Mean HbA1c and mortality in diabetic individuals with heart failure: a population cohort study
Douglas H.J. Elde et al. European Journal of Heart Failure. Doi: 10.1002/ejhf.455
Interest in heart failure (HF) and type 2 diabetes (T2DM) was rekindled in 2013 following the publication of two cardiovascular (CV) safety trials of DPP-4 inhibitors. The SAVOR-TIMI 53 study reported a significant increase in hospitalisation for HF with saxagliptin (3.5% vs. 2.8% placebo; P=0.007). The EXAMINE study, compared alogliptin with placebo and whilst there was no significant increase in HF, a trend was observed. These results had several impacts. Cardiologists argued that HF should be included as a CV outcome (previously composites of myocardial infarction, stroke +/- angina had been used) and some clinicians no longer prescribed DDP4is. There was also a hypothesis that all glucose-lowering strategies might increase HF risk, as glucose might be the major energy substrate for the failing heart. Reassurance came when the TECOS trial of sitagliptin showed no increase in HF and this publication from Scotland supports that concept that tight glycaemic control in itself is not a risk. However, a U-shaped mortality curve was seen for time-weighted mean HbA1c suggesting that certain therapies (insulin and sulphonylureas) may be harmful; the jury is still out.

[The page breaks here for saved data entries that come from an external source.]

"""The patched model's outputs against the reference, and its record against the graph: the checks
``verify`` and ``calibrate`` share.
"""

from __future__ import annotations

import os
from dataclasses import dataclass
from typing import cast

import numpy as np
import onnx
from numpy.typing import ArrayLike

from .. import graph
from .. import reading as _reading
from ..capture import (
    ProgressFn,
    RunOptions,
    output_rows,
    plan_run,
    run_batches,
    run_model,
)
from ..data import Dataset
from ..errors import OnnxcalError
from ..graph import MatrixFoldError, Record, ScoreSite
from ..graph.rider import Rider
from ..verify import (
    FOLD_LIMIT,
    Check,
    Comparison,
    compare,
    folded_record_check,
    record_check,
    skipped,
    source_check,
)


def run_output(
    model: onnx.ModelProto, site: ScoreSite, dataset: Dataset, run: RunOptions, progress: ProgressFn | None
) -> np.ndarray:
    """The values of ``site``'s output for every sample, class axis last: (rows, k)."""
    (values,) = run_model(
        graph.expose(model, [site.tensor]),
        dataset,
        [site.tensor],
        options=run,
        progress=progress,
        description="running patched model",
    )
    return output_rows(values, site)


def reference_checks(
    rows: np.ndarray, site: ScoreSite, record: Record, logits: np.ndarray, patched: onnx.ModelProto,
    original_model: onnx.ModelProto | None, source_sha: str | None, file_only_sha: str | None = None,
) -> list[Check]:
    """Checks (1)-(3): the outputs against the reference, the record against the graph and the source.

    The reference is post(activation(scale(logits))) with the post-processing
    the record noted when the model was patched; the tolerance follows every
    dtype the values pass through in the patched graph (``site.dtypes``).
    """
    checks = list(compare(rows, logits, record.scaling, record.activation, site_dtypes(site),
                                  graph.post.from_json(record.post)))
    return checks + record_checks(record, patched, original_model, source_sha, file_only_sha)


def site_dtypes(site: ScoreSite) -> tuple[str, ...]:
    """Every dtype the calibrated values pass through (the tolerance follows the coarsest)."""
    return tuple(dict.fromkeys([site.dtype, site.output_dtype or site.dtype, *site.dtypes]))


def record_checks(
    record: Record, patched: onnx.ModelProto, original_model: onnx.ModelProto | None, source_sha: str | None,
    file_only_sha: str | None = None,
) -> list[Check]:
    """Check (3): the record against the graph's parameters, and the original's sha256 against the record's."""
    checks: list[Check] = []
    if record.folded and original_model is None:
        checks.append(
            skipped(
                "record", "the parameters are folded into the weights; reading them back needs the "
                "original model (--original)"
            )
        )
    elif record.folded and graph.folds_matrix(record):
        assert original_model is not None  # the first branch took a folded record without one
        checks.append(folded_matrix_check(graph.matrix_fold_error(patched, record, original_model)))
    elif record.folded:
        assert original_model is not None  # the branch above took a folded record without one
        found = graph.folded_values(patched, record, original_model)
        checks.append(folded_record_check(record.scaling, found))
    else:
        in_graph = graph.parameter_values(patched, record)
        expected = graph.recorded_values(patched, record)
        # dict is invariant: the graph's dict[str, ndarray] is the dict[str, ArrayLike] record_check reads
        checks.append(record_check(expected, cast("dict[str, ArrayLike] | None", in_graph),
                                   graph.temperature_dtype(patched, record)))
    if source_sha is None:
        checks.append(
            skipped(
                "source",
                f"no original model or scores to compare with the record's sha256 {record.source_sha256[:12]}...",
            )
        )
    else:
        checks.append(source_check(record.source_sha256, source_sha, file_only_sha))
    return checks


def folded_matrix_check(found: MatrixFoldError | None) -> Check:
    """Check that a matrix fold's weights are the record's W and b folded into the original's.

    ``found`` (``graph.matrix_fold_error``) is the largest difference, each
    relative to the sum of the absolute terms it is made of (one rounding
    to the dtype: at most its unit roundoff), or None when a folded tensor
    is missing. Limit: :data:`onnxcal.verify.FOLD_LIMIT` of the weights' dtype, times
    (r + 1) / 2 for weights rounded r times.
    """
    if found is None:
        return Check("record", False, float("nan"), float("nan"), "folded weights not found in both models")
    limit = FOLD_LIMIT.get(found.dtype, FOLD_LIMIT["float32"]) * (found.roundings + 1) / 2
    ok = bool(found.difference <= limit)
    return Check("record", ok, found.difference, limit, f"{found.detail} ({found.dtype}; max relative difference)")


@dataclass(frozen=True)
class RiderRun:
    """The identity's outputs to take from the patched model's session: the rider (its model is run instead
    of the patched one), their samples' axes (``out_axes``, in ``rider.outputs``' order) and which rows of
    the set checked the identity check compares (``rows``, a mask)."""

    rider: Rider
    out_axes: tuple[int, ...]
    rows: np.ndarray


def compare_as_it_runs(
    patched: onnx.ModelProto, record: Record, dataset: Dataset, run: RunOptions, progress: ProgressFn | None,
    logits: np.ndarray, keep: np.ndarray, riding: RiderRun | None = None,
) -> tuple[list[Check], list[np.ndarray] | None]:
    """Checks (1)-(2) of ``calibrate``: the patched model run batch by batch, each batch compared
    with the captured logits of its rows (those in ``keep``) as it comes; and with ``riding``, the
    identity's outputs on the rows of ``riding.rows`` (one array per output, else None).

    Nothing of the patched outputs is kept beyond a batch, so the command
    holds the logits and little else (docs/benchmarks.md, calibrate's memory).
    With ``riding`` the session runs ``riding.rider.model``: the patched
    graph unchanged, with the nodes the identity computes differently beside
    it (:func:`onnxcal.graph.identity_rider`).
    """
    site = graph.find_recorded(patched, record)
    extra = () if riding is None else tuple(riding.rider.outputs.values())
    ran = patched if riding is None else riding.rider.model
    # the calibrated output is an output of the written graph: then the graph itself runs, not a copy of it
    model = ran if site.tensor in {o.name for o in ran.graph.output} else graph.expose(ran, [site.tensor])
    axes = () if riding is None else (0, *riding.out_axes)
    plan = plan_run(model, dataset, [site.tensor, *extra], run, out_axes=axes)
    post = graph.post.from_json(record.post)
    comparison = Comparison(record.scaling, record.activation, site_dtypes(site), post)
    done = 0
    taken: list[list[np.ndarray]] = [[] for _ in extra]
    batches = run_batches(plan, dataset, progress=progress, description="running patched model")
    for start, stop, (values, *others) in batches:
        rows = output_rows(values, site)
        span = slice(done, done + len(rows))
        done += len(rows)
        if done > len(logits):
            break
        mask = keep[span]
        if mask.all():
            comparison.add(rows, logits[span])
        else:
            comparison.add(rows[mask], logits[span][mask])
        if riding is not None:
            wanted = riding.rows[start:stop]
            for part, out, axis in zip(taken, others, riding.out_axes, strict=True):
                part.append(np.compress(wanted, out, axis=axis))
    if done != len(logits):
        raise OnnxcalError(
            f"the patched model gives {done} rows of scores but the original gave {len(logits)} on '{dataset.source}'",
            "report this with the model's inspect output",
        )
    got = None if riding is None else [
        np.concatenate(part, axis=axis) for part, axis in zip(taken, riding.out_axes, strict=True)
    ]
    return list(comparison.checks()), got


def source_site(base: onnx.ModelProto, record: Record) -> ScoreSite:
    """The class-score site of the uncalibrated model the record was made from, read as then."""
    kw = _reading.patch_reading({"spelling": record.spelling, "holds": record.holds, "logits_from": record.logits_from,
                                 "score_columns": record.score_columns})
    if record.rewrite == "ml-log-probabilities":  # format 2: ai.onnx.ml probabilities were read through log p
        kw["logits_from"] = "log"
    # records written before source_output existed name the output or the scores
    output = record.source_output or (record.output if record.rewrite == "insert-before-activation" else record.scores)
    site = graph.find_scores(base, output, logits_from=kw.get("logits_from"), score_columns=kw.get("score_columns"))
    if "holds" in kw:
        site = graph.read_as(site, kw["holds"], record.scaling.activation, source=kw["holds_from"])
    return site


def recover_unpatched(patched: onnx.ModelProto, patched_path: str | os.PathLike[str]) -> onnx.ModelProto:
    try:
        return graph.unpatch(patched)
    except OnnxcalError as exc:
        raise OnnxcalError(
            f"cannot recover the uncalibrated graph from '{patched_path}': {exc.message}",
            "pass --original MODEL or --scores CAPTURE",
        ) from exc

Association between use of warfarin with common sulfonylureas and serious hypoglycemic events
John A Romley et al. BMJ. Doi: http://dx.doi.org/10.1136/bmj.h6223
Debate around the safety of the sulphonylurea (SU) class of antidiabetic agents continues to rage. Whilst no-one doubts the association with hypoglycaemia and weight gain, the question of whether these side-effects (and/or others) lead to an increase in cardiovascular (CV) mortality is unresolved. This is despite reassuring results from the United Kingdom Prospective Diabetes Study (UKPDS) in 1998, a trial which was specifically designed to address this issue. So, over the last few years, there have been several meta-analyses suggesting increased CV risk, and SUs have slowly moved down the treatment algorithm for type 2 diabetes (including the most recent guideline from NICE). This retrospective cohort analysis from the US of 465,918 patients prescribed SUs reports that those receiving warfarin medication were more likely to attend secondary care due to hypoglycaemia, consistent with an adverse drug interaction. Whilst this type of analysis cannot attribute cause-and-effect (for example, being on warfarin might imply worse renal function, hence increased hypoglycaemia risk), it does suggest that co-prescribing with SUs should be avoided. More ammunition for the anti-SU lobby.